I have to deal with various orchestration problems pretty regularly and today I have found out that Foreman breaks orchestration via the Update subnet/domain from facts feature.
When a managed interface with DHCP/DNS orchestration is updated from facts, no orchestration is actually triggered. I do not think this is a bug, triggering orchestration via puppet uploads would be performance suicide. However when Subnet, Domain or IP address is updated, that moment the inventory database is out of sync with reality. All the subsequent actions on that host will ultimately fail with conflicts and hard to troubleshoot errors with problematic workarounds.

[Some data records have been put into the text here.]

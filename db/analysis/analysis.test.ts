import { afterAll, beforeAll, expect, test } from "vitest";
import { type TemporaryDatabase, temporaryDatabase } from "../testing/temporary-database";
import { keepAnalyses } from "./analysis.commands";
import { readAnalyses } from "./analysis.queries";

let temporary: TemporaryDatabase;

beforeAll(async () => {
  temporary = await temporaryDatabase();
});

afterAll(() => temporary.close());

test("a kept result comes back to the last bit, for its own version of the library alone", async () => {
  const { db } = temporary;
  const result = { slope: 0.1 + 0.2, flags: [] };
  await keepAnalyses(db, "v1", [{ hash: "a", kind: "rate", result }]);
  expect((await readAnalyses(db, "v1", ["a", "b"])).get("a")).toEqual(result);
  expect((await readAnalyses(db, "v2", ["a"])).size).toBe(0);
});

test("keeping twice is harmless, and a new version drops what the old one made", async () => {
  const { db } = temporary;
  await keepAnalyses(db, "v1", [{ hash: "a", kind: "rate", result: 1 }]);
  await keepAnalyses(db, "v2", [{ hash: "c", kind: "rate", result: 2 }]);
  const rows = await db.selectFrom("analysis").select("hash").execute();
  expect(rows).toEqual([{ hash: "c" }]);
});
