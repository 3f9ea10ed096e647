import { concentrationToMolar, molarTo } from "kinetics-core/quantities";
import { parseNumber } from "@/app/_worksheet/typed-number/parse-number";
import { parseUncertain } from "@/app/_worksheet/typed-number/parse-uncertain";
import { typedNumber, typedUncertain } from "@/app/_worksheet/typed-number/print-typed";
import type { NewRun, RunEdit } from "@/db/run/run.commands";
import { isMixed } from "@/db/sheet/mixed-run";
import type { SheetRun, SheetSpecies } from "@/db/sheet/sheet.schema";
import type { RowEdit } from "./schema";

/**
 * A run as a row of texts and back. The same reading decides in the page, while typing, and on the server, which
 * has the last word. Only cells that changed are read, so that what nobody touched keeps every digit.
 */
export interface RowShape {
  readonly species: readonly Pick<SheetSpecies, "id" | "symbol" | "unit">[];
  /** From mol L⁻¹ s⁻¹ to the unit in which rates are shown. */
  readonly rateFactor: number;
  /** Ids of species that some stock holds: where a run has volumes, their concentrations follow from those. */
  readonly stocked: readonly string[];
}

export type Cells = Readonly<Record<string, string>>;

export const CONCENTRATION = "c:";

export function cellsOf(run: SheetRun, { species, rateFactor }: RowShape): Record<string, string> {
  const concentrations = species.map((one): [string, string] => {
    const amount = run.concentrations[one.id];
    if (amount === undefined) return [CONCENTRATION + one.id, ""];
    const value = molarTo(amount.molar, one.unit);
    const uncertain = { value, standardUncertainty: value * amount.relativeUncertainty };
    return [CONCENTRATION + one.id, typedUncertain(uncertain)];
  });
  return {
    label: run.label,
    ...Object.fromEntries(concentrations),
    temperature: run.temperatureKelvin === null ? "" : celsius(run.temperatureKelvin),
    block: run.block ?? "",
    rate:
      run.enteredRate === null
        ? ""
        : typedUncertain({
            value: run.enteredRate.molarPerSecond * rateFactor,
            standardUncertainty: (run.enteredRate.standardError ?? 0) * rateFactor,
          }),
    remark: run.remark,
  };
}

/** To a tenth at least, as thermometers are read. */
function celsius(kelvin: number): string {
  const text = typedNumber(kelvin - ZERO_CELSIUS);
  return /[.e]/.test(text) ? text : `${text}.0`;
}

export interface RowReading {
  /** By column id: what is wrong, with the way out. Empty where all cells were read. */
  readonly faults: Readonly<Record<string, string>>;
  readonly edit: RunEdit;
}

const ZERO_CELSIUS = 273.15;

/** `cells` holds the texts that changed; `before` the run as it is, null for a new one. */
export function readCells(cells: Cells, before: SheetRun | null, shape: RowShape): RowReading {
  const faults: Record<string, string> = {};
  const concentrations = { ...before?.concentrations };
  let edit: RunEdit = {};
  for (const [column, text] of Object.entries(cells)) {
    const fault = (message: string) => {
      faults[column] = message;
    };
    if (column === "label") edit = { ...edit, ...readLabel(text, fault) };
    else if (column === "temperature") edit = { ...edit, ...readTemperature(text, fault) };
    else if (column === "block") edit = { ...edit, ...readShort("block", text, 60, fault) };
    else if (column === "remark") edit = { ...edit, ...readShort("remark", text, 300, fault) };
    else if (column === "rate") edit = { ...edit, ...readRate(text, shape, fault) };
    else {
      const species = shape.species.find(({ id }) => CONCENTRATION + id === column);
      if (species === undefined) fault("This column is not part of the sheet any more. Load the page again.");
      else if (before !== null && isMixed(before) && shape.stocked.includes(species.id))
        fault(
          `[${species.symbol}]₀ of ${before.label} follows from its volumes. Change them on the mixing table.`,
        );
      else readConcentration(text, species, concentrations, fault);
    }
  }
  const touchesConcentrations = Object.keys(cells).some((column) => column.startsWith(CONCENTRATION));
  return { faults, edit: touchesConcentrations ? { ...edit, concentrations } : edit };
}

type Fault = (message: string) => void;

function readLabel(text: string, fault: Fault): RunEdit {
  const label = text.trim();
  if (label === "") fault("A run needs a label, such as R12.");
  if (label.length > 40) fault("A label has at most 40 characters.");
  return { label };
}

function readTemperature(text: string, fault: Fault): RunEdit {
  const reading = parseNumber(text);
  if (reading.status === "not-a-number") fault(reading.message);
  if (reading.status !== "number") return { temperatureKelvin: null };
  const temperatureKelvin = Number((reading.value + ZERO_CELSIUS).toPrecision(12));
  if (temperatureKelvin <= 0) fault(`${text} °C is below absolute zero.`);
  return { temperatureKelvin };
}

function readShort(field: "block" | "remark", text: string, most: number, fault: Fault): RunEdit {
  const short = text.trim();
  if (short.length > most) fault(`At most ${most} characters fit here.`);
  return field === "block" ? { block: short === "" ? null : short } : { remark: short };
}

function readRate(text: string, { rateFactor }: RowShape, fault: Fault): RunEdit {
  const reading = parseUncertain(text);
  if (reading.status === "not-readable") fault(reading.message);
  if (reading.status !== "uncertain") return { enteredRate: null };
  return {
    enteredRate: {
      molarPerSecond: reading.value / rateFactor,
      standardError: reading.standardUncertainty === 0 ? null : reading.standardUncertainty / rateFactor,
    },
  };
}

function readConcentration(
  text: string,
  species: RowShape["species"][number],
  concentrations: SheetRun["concentrations"],
  fault: Fault,
): void {
  const reading = parseUncertain(text);
  if (reading.status === "empty") {
    delete concentrations[species.id];
    return;
  }
  if (reading.status === "not-readable") {
    fault(reading.message);
    return;
  }
  const { value, standardUncertainty } = reading;
  if (value < 0) fault("A concentration is not negative.");
  else if (standardUncertainty > value) fault(`The uncertainty is larger than the concentration itself.`);
  concentrations[species.id] = {
    molar: Number(concentrationToMolar(value, species.unit).toPrecision(12)),
    relativeUncertainty: value > 0 ? Number(Math.min(1, standardUncertainty / value).toPrecision(12)) : 0,
  };
}

/** A new run from its row; faults where the row cannot become one yet. */
export function newRunOf(
  row: RowEdit,
  id: string,
  shape: RowShape,
): { faults: RowReading["faults"]; run: NewRun } {
  const { faults, edit } = readCells({ label: "", ...row.cells }, null, shape);
  return {
    faults,
    run: {
      id,
      label: edit.label ?? "",
      concentrations: edit.concentrations ?? {},
      temperatureKelvin: edit.temperatureKelvin ?? null,
      block: edit.block ?? null,
      enteredRate: edit.enteredRate ?? null,
      remark: edit.remark ?? "",
    },
  };
}

/** The label after the last: R12 after R11, and R01 to begin with. */
export function nextLabel(taken: Iterable<string>): string {
  const labels = new Set(taken);
  let highest = 0;
  let width = 2;
  let prefix = "R";
  for (const label of labels) {
    const match = /^(.*?)(\d{1,6})$/.exec(label);
    if (match && Number(match[2]) >= highest) {
      highest = Number(match[2]);
      width = match[2]?.length ?? 2;
      prefix = match[1] ?? "R";
    }
  }
  for (let next = highest + 1; ; next += 1) {
    const label = `${prefix}${String(next).padStart(width, "0")}`;
    if (!labels.has(label)) return label;
  }
}
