"use server";

import { memberAction } from "@/app/_server/member-action";
import { changeWithEffect } from "@/app/_server/study-change";
import { setRunWindow, setTimeZero } from "@/db/run/run.commands";
import { timeZeroSchema, windowSchema } from "./schema";

/** Sets one run's window by hand, or gives it back to the study's rule. Bounds alone come in; the server estimates. */
export const saveWindow = memberAction(windowSchema, "analyst", ({ db, actor, input }) =>
  changeWithEffect(db, actor, input.studyId, () =>
    setRunWindow(db, actor, { studyId: input.studyId, base: input.base }, input.runId, input.window),
  ),
);

/** Sets the time of mixing on one trace's clock; slopes are taken there. */
export const saveTimeZero = memberAction(timeZeroSchema, "analyst", ({ db, actor, input }) =>
  changeWithEffect(db, actor, input.studyId, () =>
    setTimeZero(
      db,
      actor,
      { studyId: input.studyId, base: input.base },
      [input.runId],
      input.timeZeroSeconds,
    ),
  ),
);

For a very long time I think this was a bad design - provisioning and inventory information should be kept separate. Networking information is not the only one causing conflicts, the same story applies for Operating System (e.g. CentOS 8 vs CentOS Stream recent problem). However I do not thing it is the right time to reengineer this from scratch.
I would like to explore options we have to solve this because dealing with orchestration errors is very time consuming for both users and us. One solution which comes to my mind is radical but it makes sense: when a fact would update Subnet, Domain or IP on a managed interface, Foreman would simply refuse to perform this even when these settings would be turned on. We would advise users to uncheck managed flag if they desire to override what the host was provisioned with.
From the user perspective, we could present this via a new Host Status field (no idea for a name to):
- OK - host subnet/domain/IP is in sync with facts
- IP out of sync - change it manually or change NIC to unmanaged
- Subnet out of sync - change it manually or change NIC to unmanaged
- Domain out of sync - change it manually or change NIC to unmanaged
- Unknown - no relevant facts were reported
These statuses could nicely explain what just happened and what users need to do in order to fix the issue. We would keep the current Administer - Settings for users who want to ignore information from facts for all hosts as well, but the default behavior for managed NICs would be to ignore the changes and only update the overall Host status.
This feels like a good compromise. What was very often seen as “mystery inventory changes” is now well defined and visible through UI and API/CLI. We would not affect umnanaged hosts - those users who like to use Foreman as a plain inventory would see no difference. Only users with managed hosts would benefit better usability and no orchestration errors.